ENTRIES SUPPLIED =

import { Link } from 'react-router';
import {
  Archive,
  Box,
  DoorOpen,
  Layers,
  Pencil,
  Plus,
  Refrigerator,
  Trash2,
  type LucideIcon,
} from 'lucide-react';
import type { Location, LocationKind } from '@lotwise/shared';
import { StorageGroupLabel } from '../../../components/hazards/storage-group-label';
import { Button } from '../../../components/ui/button';
import { formatCount } from '../../../lib/format';
import { paths } from '../../../config/paths';
import { locationKindLabels } from '../labels';

export const locationKindIcons: Record<LocationKind, LucideIcon> = {
  room: DoorOpen,
  cabinet: Archive,
  shelf: Layers,
  fridge: Refrigerator,
  other: Box,
};

export interface LocationNode {
  location: Location;
  children: LocationNode[];
}

/** The flat list (sorted by path) as a tree. */
export function buildTree(locations: readonly Location[]): LocationNode[] {
  const nodes = new Map<number, LocationNode>();
  for (const location of locations) nodes.set(location.id, { location, children: [] });
  const roots: LocationNode[] = [];
  for (const node of nodes.values()) {
    const parent = node.location.parentId === null ? undefined : nodes.get(node.location.parentId);
    if (parent) parent.children.push(node);
    else roots.push(node);
  }
  return roots;
}

export interface LocationTreeActions {
  onAdd: (parent: Location) => void;
  onEdit: (location: Location) => void;
  onDelete: (location: Location) => void;
}

function Node({ node, actions }: { node: LocationNode; actions?: LocationTreeActions }) {
  const { location } = node;
  const Icon = locationKindIcons[location.kind];
  return (
    <li>
      <div className="flex flex-wrap items-start gap-x-4 gap-y-1 border-b border-ink-100 py-2">
        <div className="flex min-w-52 flex-1 items-start gap-2">
          <Icon aria-hidden="true" className="mt-0.5 size-4 shrink-0 text-ink-600" />
          <div>
            <Link
              to={paths.stockLocation(location.id)}
              className="font-medium text-accent-700 underline-offset-2 hover:underline"
            >
              {location.name}
            </Link>
            <span className="ml-2 text-xs text-ink-600">{locationKindLabels[location.kind]}</span>
            <p className="text-xs text-ink-600 tabular-nums">
              {formatCount(location.containerCount)}{' '}
              {location.containerCount === 1 ? 'container' : 'containers'} here
              {location.childCount > 0 &&
                ` · ${formatCount(location.childCount)} ${location.childCount === 1 ? 'place' : 'places'} inside`}
            </p>
          </div>
        </div>
        <div className="flex min-w-48 flex-wrap gap-x-3 gap-y-0.5 text-sm text-ink-800">
          {location.storageGroups.length === 0 ? (
            <span className="text-ink-600">Any storage group</span>
          ) : (
            location.storageGroups.map((group) => <StorageGroupLabel key={group} group={group} />)
          )}
        </div>
        {actions && (
          <div className="flex gap-1">
            <Button
              size="sm"
              variant="ghost"
              onClick={() => actions.onAdd(location)}
              icon={<Plus aria-hidden="true" className="size-4" />}
              aria-label={`Add a place in ${location.name}`}
            >
              Add inside
            </Button>
            <Button
              size="sm"
              variant="ghost"
              onClick={() => actions.onEdit(location)}
              icon={<Pencil aria-hidden="true" className="size-4" />}
              aria-label={`Change ${location.name}`}
            />
            <Button
              size="sm"
              variant="ghost"
              onClick={() => actions.onDelete(location)}
              icon={<Trash2 aria-hidden="true" className="size-4" />}
              aria-label={`Delete ${location.name}`}
            />
          </div>
        )}
      </div>
      {node.children.length > 0 && (
        <ul className="ml-3 border-l border-ink-200 pl-4">
          {node.children.map((child) => (
            <Node key={child.location.id} node={child} actions={actions} />
          ))}
        </ul>
      )}
    </li>
  );
}

/** Rooms, what is in them, and what is in that — with the groups each place is meant for. */
export function LocationTree({
  nodes,
  actions,
}: {
  nodes: LocationNode[];
  actions?: LocationTreeActions;
}) {
  return (
    <ul aria-label="Locations" className="rounded-lg border border-ink-200 bg-white px-4 py-1">
      {nodes.map((node) => (
        <Node key={node.location.id} node={node} actions={actions} />
      ))}
    </ul>
  );
}
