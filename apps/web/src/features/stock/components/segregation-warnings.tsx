import { Link } from 'react-router';
import { ShieldAlert } from 'lucide-react';
import { storageGroups, type SegregationWarning } from '@lotwise/shared';
import { paths } from '../../../config/paths';

/**
 * Storage warnings for a place. They never block anything, and their absence is not a
 * safety approval — the SDS and local rules decide.
 */
export function SegregationWarnings({
  warnings,
  title = 'Storage warnings',
}: {
  warnings: readonly SegregationWarning[];
  title?: string;
}) {
  if (warnings.length === 0) return null;
  return (
    <div
      role="status"
      className="rounded-md border border-warn-200 bg-warn-50 px-3 py-2.5 text-sm text-warn-700"
    >
      <p className="flex items-center gap-2 font-semibold">
        <ShieldAlert aria-hidden="true" className="size-4 shrink-0" />
        {title}
      </p>
      <ul className="mt-1.5 flex flex-col gap-2 text-ink-800">
        {warnings.map((warning, index) => (
          <li key={`${warning.code}-${index}`} className="pl-6">
            <p>{warning.message}</p>
            <p className="text-xs text-ink-700">
              {warning.groups.map((group) => storageGroups[group].label).join(' and ')}
              {warning.groups.length > 0 && ': '}
              {warning.reason}
              {warning.source && <> (source: {warning.source})</>}
            </p>
            {warning.labelCodes.length > 0 && (
              <p className="text-xs">
                Involved:{' '}
                {warning.labelCodes.map((code, i) => (
                  <span key={code}>
                    {i > 0 && ', '}
                    <Link
                      to={paths.stockContainerByLabel(code)}
                      className="font-mono text-accent-700 underline underline-offset-2"
                    >
                      {code}
                    </Link>
                  </span>
                ))}
              </p>
            )}
          </li>
        ))}
      </ul>
    </div>
  );
}
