import type { ContainerDetail } from '@lotwise/shared';
import { storageGroups } from '@lotwise/shared';
import { Formula } from '../../../components/chem/formula';
import { PictogramSymbol } from '../../../components/hazards/pictogram-symbols';
import { storageGroupIcons } from '../../../components/hazards/storage-group-label';
import { QrCode } from '../../../components/ui/qr-code';
import { hazardStatementText } from '../../../components/hazards/hazard-statement-list';
import { TableScroll } from '../../../components/ui/table-scroll';
import { formatDate } from '../../../lib/format';
import { labelQrContent } from '../../../lib/label-scan';

export type PaperSize = 'a4' | 'letter';

/** Paper, in mm. */
export const papers: Record<
  PaperSize,
  { label: string; width: number; height: number; css: string }
> = {
  a4: { label: 'A4 (210 × 297 mm)', width: 210, height: 297, css: 'A4' },
  letter: { label: 'Letter (8.5 × 11 in)', width: 215.9, height: 279.4, css: 'letter' },
};

/**
 * One label grid for both papers: 3 × 7 labels of 64 × 36 mm with 2 mm between them, which
 * leaves at least 7 mm of margin on A4 and on Letter for printers that cannot print to the
 * edge.
 */
export const labelGrid = { columns: 3, rows: 7, width: 64, height: 36, gap: 2 } as const;
export const labelsPerSheet = labelGrid.columns * labelGrid.rows;

/** Longest H-statement line a label prints with the statements' text (about three lines of 5 pt). */
const labelStatementChars = 110;

/**
 * The H-statements as a label prints them: codes with their text where it fits
 * ("H225 Highly flammable liquid and vapour; H319 …"), else the codes alone ("H225 H319 H336").
 */
export function labelHazardStatements(codes: readonly string[]): string {
  if (codes.length === 0) return '';
  const withText = codes.map((code) => {
    const text = hazardStatementText(code);
    return text ? `${code} ${text}` : code;
  });
  const full = withText.join('; ');
  return full.length <= labelStatementChars ? full : codes.join(' ');
}

/** One container's label: what it is, its hazards, its dates, and its code as text and QR. */
export function ContainerLabel({
  container: c,
  publicUrl,
}: {
  container: ContainerDetail;
  /** The lab's public address (`PUBLIC_URL`): the QR code opens the container there. */
  publicUrl: string;
}) {
  const GroupIcon = storageGroupIcons[c.chemical.storageGroup];
  const statements = labelHazardStatements(c.chemical.hazardStatements);
  return (
    <article
      aria-label={`Label ${c.labelCode}`}
      className="flex h-full gap-[2mm] overflow-hidden rounded-[1.5mm] border border-ink-400 bg-white p-[2mm] text-ink-900 print:border-ink-300"
      data-testid="container-label"
    >
      <div className="flex w-[20mm] shrink-0 flex-col items-center">
        <QrCode
          value={labelQrContent(c.labelCode, publicUrl)}
          title={`QR code for ${c.labelCode}`}
          className="size-[20mm]"
        />
        <p className="mt-[0.5mm] font-mono text-[7.5pt] leading-none font-bold tracking-tight">
          {c.labelCode}
        </p>
        <p className="mt-[1mm] text-center text-[4.8pt] leading-tight text-ink-700">
          Read the SDS before use
        </p>
      </div>
      <div className="flex min-w-0 flex-1 flex-col gap-[0.8mm]">
        <p className="line-clamp-2 text-[8pt] leading-[1.15] font-bold">{c.chemical.name}</p>
        <p className="truncate text-[6.5pt] leading-tight text-ink-800">
          <Formula value={c.chemical.formula} />
          {c.chemical.casNumber && <> · CAS RN {c.chemical.casNumber}</>}
        </p>
        {c.chemical.ghsPictograms.length > 0 ? (
          <ul aria-label="GHS pictograms" className="flex flex-wrap gap-x-[0.6mm] gap-y-[0.3mm]">
            {c.chemical.ghsPictograms.map((code) => (
              <li key={code} className="flex flex-col items-center">
                <PictogramSymbol code={code} size={20} className="size-[6mm]" />
                <span className="text-[4.5pt] leading-none tabular-nums">{code}</span>
              </li>
            ))}
          </ul>
        ) : (
          <p className="text-[5.5pt] leading-tight text-ink-700">No GHS pictograms recorded</p>
        )}
        <p
          aria-label="Hazard statements"
          className="line-clamp-3 text-[5pt] leading-[1.2] text-ink-900"
          data-testid="label-hazard-statements"
        >
          {statements || 'No H-statements recorded: see the SDS'}
        </p>
        <div className="mt-auto flex flex-col gap-[0.3mm] text-[5.8pt] leading-tight tabular-nums">
          <p>
            Received <span className="font-semibold">{formatDate(c.lot.receivedOn)}</span>
          </p>
          <p>
            Expires <span className="font-semibold">{formatDate(c.expiresOn)}</span>
          </p>
          <p className="flex items-center gap-[0.6mm] truncate">
            <GroupIcon aria-hidden="true" className="size-[2.6mm] shrink-0" />
            Store: {storageGroups[c.chemical.storageGroup].label}
          </p>
        </div>
      </div>
    </article>
  );
}

/**
 * The labels laid out on sheets of paper: on screen as page previews, in print one sheet per
 * page. `skip` leaves the first positions of the first sheet empty (a sheet already started).
 */
export function LabelSheets({
  containers,
  paper,
  publicUrl,
  skip = 0,
}: {
  containers: readonly ContainerDetail[];
  paper: PaperSize;
  publicUrl: string;
  skip?: number;
}) {
  const { width, height } = papers[paper];
  const gridWidth = labelGrid.columns * labelGrid.width + (labelGrid.columns - 1) * labelGrid.gap;
  const gridHeight = labelGrid.rows * labelGrid.height + (labelGrid.rows - 1) * labelGrid.gap;
  const cells: (ContainerDetail | null)[] = [...Array<null>(skip).fill(null), ...containers];
  const sheets: (ContainerDetail | null)[][] = [];
  for (let i = 0; i < cells.length; i += labelsPerSheet) {
    sheets.push(cells.slice(i, i + labelsPerSheet));
  }

  return (
    <TableScroll
      label="Label sheets"
      className="flex flex-col items-center gap-6 print:block print:gap-0 print:overflow-visible"
    >
      {sheets.map((sheet, index) => (
        <section
          key={index}
          aria-label={`Sheet ${index + 1} of ${sheets.length}`}
          className="label-sheet shrink-0 bg-white shadow-md ring-1 ring-ink-200 print:shadow-none print:ring-0"
          style={{
            width: `${width}mm`,
            height: `${height}mm`,
            paddingTop: `${(height - gridHeight) / 2}mm`,
            paddingLeft: `${(width - gridWidth) / 2}mm`,
          }}
        >
          <div
            className="grid"
            style={{
              gridTemplateColumns: `repeat(${labelGrid.columns}, ${labelGrid.width}mm)`,
              gridAutoRows: `${labelGrid.height}mm`,
              gap: `${labelGrid.gap}mm`,
            }}
          >
            {sheet.map((container, cell) =>
              container ? (
                <ContainerLabel
                  key={`${container.id}-${cell}`}
                  container={container}
                  publicUrl={publicUrl}
                />
              ) : (
                <div key={`empty-${cell}`} aria-hidden="true" />
              ),
            )}
          </div>
        </section>
      ))}
    </TableScroll>
  );
}
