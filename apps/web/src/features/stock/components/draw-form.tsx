import { useState } from 'react';
import { useForm, useWatch } from 'react-hook-form';
import { Calculator, CircleCheck, Scale } from 'lucide-react';
import { drawSchema, type ContainerDetail, type Draw } from '@lotwise/shared';
import { ContainerHolds, freeOf } from '../../../components/holds/container-holds';
import { Button } from '../../../components/ui/button';
import { useConfirmation } from '../../../components/ui/confirmation-dialog';
import { WasteContainerSelect } from '../../../components/waste/waste-destination';
import { Field, fieldMessage } from '../../../components/ui/field';
import { AmountInput } from '../../../components/ui/amount-input';
import { Input, Select } from '../../../components/ui/input';
import { Notice } from '../../../components/ui/notice';
import { isApiError, sendWithConfirmation } from '../../../lib/api-client';
import { cn } from '../../../lib/cn';
import { useClearErrorsOnChange } from '../../../lib/use-clear-errors-on-change';
import { formatAmount } from '../../../lib/format';
import { parseDecimal } from '../../../lib/numbers';
import { drawTargetProps } from '../../../lib/shortcuts';
import { useRecordDraw } from '../api';
import { drawUnits, previewWeighing } from '../weighing';

type Mode = 'amount' | 'gross';

interface DrawFormValues {
  value: string;
  unit: string;
  note: string;
}

const modeLabels: Record<Mode, string> = {
  amount: 'Enter the amount',
  gross: 'Weigh the container',
};

/**
 * Record use from one container: either the amount taken, or the container's gross mass now
 * (net and drawn amounts previewed as you type). The server decides; a 409 (more than the
 * container holds) or a 400 lands on the field it names.
 */
export function DrawForm({ container }: { container: ContainerDetail }) {
  const draw = useRecordDraw(container.id);
  const confirmation = useConfirmation();
  const [mode, setMode] = useState<Mode>(container.tareMass !== null ? 'gross' : 'amount');
  const [done, setDone] = useState<string | null>(null);
  const [toWaste, setToWaste] = useState('');
  const units = drawUnits(container.chemical);
  // A watched chemical's draw is recorded with why: the field says so before submitting.
  const watchedBy = [
    ...new Set((container.chemical.watchListings ?? []).map((l) => l.listName)),
  ].join('; ');
  const massUnits = units.filter((u) => u === 'g' || u === 'mg' || u === 'kg');

  const form = useForm<DrawFormValues>({
    defaultValues: { value: '', unit: mode === 'gross' ? 'g' : container.unit, note: '' },
  });
  const {
    register,
    control,
    handleSubmit,
    setError,
    setValue,
    reset,
    formState: { errors, isSubmitting },
  } = form;
  useClearErrorsOnChange(form);
  const [valueText, unit] = useWatch({ control, name: ['value', 'unit'] });

  function switchMode(next: Mode) {
    setMode(next);
    setDone(null);
    draw.reset();
    setValue('unit', next === 'gross' ? 'g' : container.unit);
  }

  const typed = parseDecimal(valueText);
  const preview =
    mode === 'gross' && typed !== null && !Number.isNaN(typed) && typed >= 0
      ? previewWeighing({
          grossMass: typed,
          unit,
          tareMass: container.tareMass,
          balance: container.quantity,
          chemical: container.chemical,
        })
      : null;

  const valueLabel = mode === 'gross' ? 'Gross mass now' : 'Amount taken';

  const submit = handleSubmit(async (values) => {
    setDone(null);
    const number = parseDecimal(values.value);
    if (number === null || Number.isNaN(number)) {
      setError('value', {
        message: number === null ? `${valueLabel} is required` : `${valueLabel} must be a number`,
      });
      return;
    }
    const body: Draw =
      mode === 'gross'
        ? { grossMass: number, unit: values.unit }
        : { amount: number, unit: values.unit };
    if (watchedBy && !values.note.trim()) {
      setError(
        'note',
        { message: `Say why: ${container.chemical.name} is on ${watchedBy}` },
        { shouldFocus: true },
      );
      return;
    }
    if (values.note.trim()) body.note = values.note.trim();
    if (toWaste) body.toWasteContainerId = Number(toWaste);
    // The same schema the server applies: a zero amount or a volume as gross mass stops here.
    const checked = drawSchema.safeParse(body);
    if (!checked.success) {
      for (const issue of checked.error.issues) {
        const field =
          issue.path[0] === 'unit' ? 'unit' : issue.path[0] === 'note' ? 'note' : 'value';
        setError(field, {
          message: fieldMessage(valueLabel, issue.message.replace(/^(amount|gross mass) /, '')),
        });
      }
      return;
    }
    try {
      const change = await sendWithConfirmation(
        (confirm) => draw.mutateAsync(confirm ? { ...body, confirm } : body),
        confirmation.ask,
      );
      if (!change) {
        draw.reset();
        setError('root.server', { message: 'You went back: nothing was drawn from the hold.' });
        return;
      }
      const drawn = change.entries.find((entry) => entry.reason === 'drawn');
      setDone(
        `Drawn ${formatAmount(Math.abs(drawn?.quantity ?? 0), change.container.unit)} from ${change.container.labelCode}. Balance now ${formatAmount(change.container.quantity, change.container.unit)}.`,
      );
      reset({ value: '', unit: values.unit, note: '' });
    } catch (error) {
      if (!isApiError(error)) {
        setError('root.server', {
          message: 'Something went wrong. Nothing was recorded; try again.',
        });
        return;
      }
      const fieldText = error.fields.grossMass ?? error.fields.amount;
      if (fieldText)
        setError(
          'value',
          { type: 'server', message: fieldMessage(valueLabel, fieldText) },
          { shouldFocus: true },
        );
      if (error.fields.unit)
        setError('unit', { type: 'server', message: fieldMessage('Unit', error.fields.unit) });
      if (error.fields.note)
        setError('note', { type: 'server', message: fieldMessage('Why', error.fields.note) });
      setError('root.server', { message: `${error.message} Nothing was recorded.` });
    }
  });

  return (
    <form
      onSubmit={submit}
      noValidate
      aria-label="Record a draw"
      className="flex flex-col gap-4"
      {...drawTargetProps}
    >
      <fieldset>
        <legend className="mb-1.5 text-sm font-medium text-ink-800">
          How do you know the amount?
        </legend>
        <div
          className="inline-flex rounded-md border border-ink-300 bg-ink-50 p-0.5"
          role="radiogroup"
        >
          {(['gross', 'amount'] as const).map((option) => (
            <label
              key={option}
              className={cn(
                'flex cursor-pointer items-center gap-1.5 rounded px-3 py-1.5 text-sm has-[:focus-visible]:outline-2 has-[:focus-visible]:outline-accent-600',
                mode === option ? 'bg-white font-semibold text-ink-900 shadow-sm' : 'text-ink-700',
              )}
            >
              <input
                type="radio"
                name="draw-mode"
                value={option}
                checked={mode === option}
                onChange={() => switchMode(option)}
                className="sr-only"
              />
              {option === 'gross' ? (
                <Scale aria-hidden="true" className="size-4" />
              ) : (
                <Calculator aria-hidden="true" className="size-4" />
              )}
              {modeLabels[option]}
            </label>
          ))}
        </div>
        <p className="mt-1.5 text-xs text-ink-600">
          {mode === 'gross'
            ? 'Put the container, cap on, on the balance and type what it shows. Lotwise subtracts the tare and works out what was taken.'
            : 'Type how much you took out of this container.'}
        </p>
      </fieldset>

      {errors.root?.server && (
        <Notice tone="danger" title="Not recorded">
          {errors.root.server.message}
        </Notice>
      )}
      {done && (
        <Notice tone="ok" title="Draw recorded">
          {done}
        </Notice>
      )}

      {mode === 'gross' && container.tareMass === null ? (
        <Notice tone="warn" title="No tare recorded for this container">
          Without the mass of the empty container and cap, a gross mass cannot be turned into its
          contents. Switch to “Enter the amount”.
        </Notice>
      ) : (
        <div className="grid gap-3 sm:grid-cols-[1fr_8rem]">
          <Field label={valueLabel} error={errors.value?.message}>
            {(c) => <AmountInput {...c} {...register('value')} />}
          </Field>
          <Field label="Unit" error={errors.unit?.message}>
            {(c) => (
              // A new list of units per mode: the unit chosen on switching is set once the
              // list holds it, not left on the list's first entry.
              <Select key={mode} {...c} {...register('unit')}>
                {(mode === 'gross' ? massUnits : units).map((u) => (
                  <option key={u} value={u}>
                    {u}
                  </option>
                ))}
              </Select>
            )}
          </Field>
        </div>
      )}

      {mode === 'gross' && container.tareMass !== null && (
        <div
          aria-live="polite"
          data-testid="weighing-preview"
          className="rounded-md border border-ink-200 bg-ink-50 px-3 py-2 text-sm"
        >
          <dl className="grid grid-cols-[auto_1fr] gap-x-4 gap-y-0.5 tabular-nums">
            <dt className="text-ink-600">Tare (empty, with cap)</dt>
            <dd>{formatAmount(container.tareMass, 'g')}</dd>
            <dt className="text-ink-600">Balance before</dt>
            <dd>{formatAmount(container.quantity, container.unit)}</dd>
            <dt className="text-ink-600">Net now</dt>
            <dd data-testid="preview-net">
              {preview && 'net' in preview && preview.net !== undefined
                ? formatAmount(preview.net, container.unit)
                : preview?.netMass !== undefined
                  ? formatAmount(preview.netMass, 'g')
                  : '—'}
            </dd>
            <dt className="font-semibold text-ink-800">Drawn</dt>
            <dd data-testid="preview-drawn" className="font-semibold text-ink-900">
              {preview?.ok ? formatAmount(preview.drawn, container.unit) : '—'}
            </dd>
          </dl>
          {preview && !preview.ok && <p className="mt-1 text-warn-700">{preview.message}</p>}
          {!preview && (
            <p className="mt-1 text-ink-600">Type the gross mass to see what was taken.</p>
          )}
        </div>
      )}

      {mode === 'amount' && (
        <p className="text-sm text-ink-600 tabular-nums">
          Available: {formatAmount(container.quantity, container.unit)}
          {container.holds.length > 0 &&
            `, of which ${formatAmount(freeOf(container), container.unit)} is not held for a plan`}
        </p>
      )}
      <ContainerHolds container={container} compact />

      {watchedBy ? (
        <Field
          label="Why (required)"
          error={errors.note?.message}
          hint={`${container.chemical.name} is on ${watchedBy}: your name and this reason are recorded.`}
        >
          {(c) => <Input {...c} autoComplete="off" {...register('note')} />}
        </Field>
      ) : (
        <Field label="Note" optional error={errors.note?.message} hint="e.g. what it was for">
          {(c) => <Input {...c} autoComplete="off" {...register('note')} />}
        </Field>
      )}
      <WasteContainerSelect
        value={toWaste}
        onChange={setToWaste}
        chemicalIds={[container.chemical.id]}
      />

      <div>
        <Button
          type="submit"
          variant="primary"
          busy={isSubmitting}
          icon={<CircleCheck aria-hidden="true" className="size-4" />}
        >
          Record draw
        </Button>
      </div>
      {confirmation.dialog}
    </form>
  );
}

WHAT THE EXERCISE ASKS =
Looking at the data above, return every line from the one with "skip?: number;" down to the one with "const sheets: (ContainerDetail", exactly and inclusively.

WRITTEN RESPONSE =
  skip?: number;
}) {
  const { width, height } = papers[paper];
  const gridWidth = labelGrid.columns * labelGrid.width + (labelGrid.columns - 1) * labelGrid.gap;
  const gridHeight = labelGrid.rows * labelGrid.height + (labelGrid.rows - 1) * labelGrid.gap;
  const cells: (ContainerDetail | null)[] = [...Array<null>(skip).fill(null), ...containers];
  const sheets: (ContainerDetail | null)[][] = [];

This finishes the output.